Being carefully examined by a doctor can determine exactly what the cause may be, while dismissing other possible options.

  • Take a skin test

This is a method of testing for allergic reactions to various products, such as grains. If your skin becomes raised or starts having rashes after being pricked with a small of the product you may be allergic to you, then you will have discovered precisely what elements in an alcoholic drink you are allergic to, so you can know what to avoid.

  • Take a blood test

Another test that can determine not only allergies, but also the state of your immune system, is a blood test. This type of test will look for immunoglobulin antibodies, those that fight off allergies, but it is not always an accurate test.

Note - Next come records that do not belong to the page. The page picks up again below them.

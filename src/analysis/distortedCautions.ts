/**
 * Where the levels of a distorted complex can mislead, in words a report can carry: an orbitally
 * degenerate ground state (Jahn–Teller), open axial positions (d–s mixing, which the angular
 * overlap model here leaves out), spin–orbit coupling (left out, or named only in part where the double group is not tabulated), and bands in the
 * charge-transfer region. Thresholds are rules of thumb (common practice, no source).
 */

import type { Ligand } from '../field/angularOverlap.js';
import type { DistortedResult, DistortedSpinOrbitResult } from '../field/distortedComplex.js';
import { CHARGE_TRANSFER_ONSET } from './cautions.js';

/** One caution about a distorted complex. */
export interface DistortedCaution {
  readonly code: 'jahn-teller' | 'd-s-mixing' | 'spin-orbit' | 'charge-transfer' | 'weak-parents';
  readonly message: string;
}

/** Misfit of the nearest cubic field above which the spin–orbit levels' cubic names are worth a caution (common practice, no source). */
const SPIN_ORBIT_PARENT_MISFIT = 0.1;

/** A ligand counts as axial when its direction is within this cosine of the principal axis. */
const AXIAL_COSINE = 0.9;

/**
 * Cautions about a distorted complex; `ligands` (when the field came from them) tell open axial
 * sites, and `eDs` whether d–s mixing was included.
 */
export function distortedCautions(
  result: DistortedResult,
  ligands?: readonly Ligand[],
  eDs = 0,
): DistortedCaution[] {
  const out: DistortedCaution[] = [];
  const g = result.ground;
  if (g.dimension > 1) {
    out.push({
      code: 'jahn-teller',
      message: `ground state ${g.symbol} is orbitally degenerate in ${result.group}: Jahn–Teller active, so the complex is expected to distort further unless spin–orbit coupling quenches it; the measured structure decides`,
    });
  }
  if (ligands && eDs === 0 && (result.group === 'D4h' || result.group === 'C4v')) {
    const axial = ligands.filter((l) => {
      const [x, y, z] = l.direction;
      return Math.abs(z) / Math.hypot(x, y, z) > AXIAL_COSINE;
    }).length;
    if (axial < 2) {
      out.push({
        code: 'd-s-mixing',
        message:
          'open axial positions: d–s mixing lowers d_z² in such complexes by up to a few thousand cm⁻¹; without --eds it is left out, so levels with a d_z² hole or electron sit too high and fitted eσ absorb the error',
      });
    }
  }
  if (!('spinOrbit' in result)) {
    out.push({
      code: 'spin-orbit',
      message:
        'spin–orbit coupling is left out (give ζ to add it): levels split further (strongly for 4d and 5d ions), and spin-forbidden bands borrow intensity where levels of different spin come close',
    });
  } else if (
    result.cubic.misfit > SPIN_ORBIT_PARENT_MISFIT &&
    (result as DistortedSpinOrbitResult).spinOrbit.pointGroup === undefined
  ) {
    out.push({
      code: 'spin-orbit',
      message: `with spin–orbit coupling the levels are named only by their degeneracy, the level without ζ they lie in most and, where the weight is high, the cubic double-group level: the double group of ${result.group} is not tabulated here`,
    });
  }
  if (result.levels.some((l) => l.spinAllowed && l.energy > CHARGE_TRANSFER_ONSET)) {
    out.push({
      code: 'charge-transfer',
      message: `bands above about ${CHARGE_TRANSFER_ONSET} cm⁻¹ may be hidden under charge-transfer or ligand bands`,
    });
  }
  if (result.levels.some((l) => l.cubicParent === undefined)) {
    out.push({
      code: 'weak-parents',
      message:
        'some levels have no cubic parent: the distortion mixes cubic levels too much for cubic names to describe them',
    });
  }
  return out;
}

What Are the Suggestions for Living with Alcohol Intolerance?

When it comes to living with alcohol intolerance, there is no direct cure for everyone, as each person may have different levels of intolerance. For example, if you suffer a mild reaction to alcoholic beverages, such as itching or getting hives, you may simply need to take an over the counter antihistamine. However, if you tend to suffer severe allergic reactions, an antihistamine will not quell the symptoms and you may need to seek immediate medical attention, depending on the severity of your reaction.

In order to determine if alcohol intolerance truly is the cause, your doctor may suggest an elimination diet where you spend two to four weeks consuming absolutely no alcohol. After this time, you will be allowed to reintroduce alcohol to see if it has been the culprit, or if perhaps a specific type of alcoholic drink was the cause.

In general, your best bet to live comfortably with alcohol intolerance is simply to avoid consuming any alcoholic beverages. These drinks typically are not good for you overall, and may help you see an improvement with your health.

Depending on the severity of your reactions, it may be possible that your doctor will prescribe emergency epinephrine, such as an EpiPen or Twinject. This devices contain a single dose of epinephrine, adrenaline, which can immediately decrease the severity of your symptoms and avert in life-threatening risks.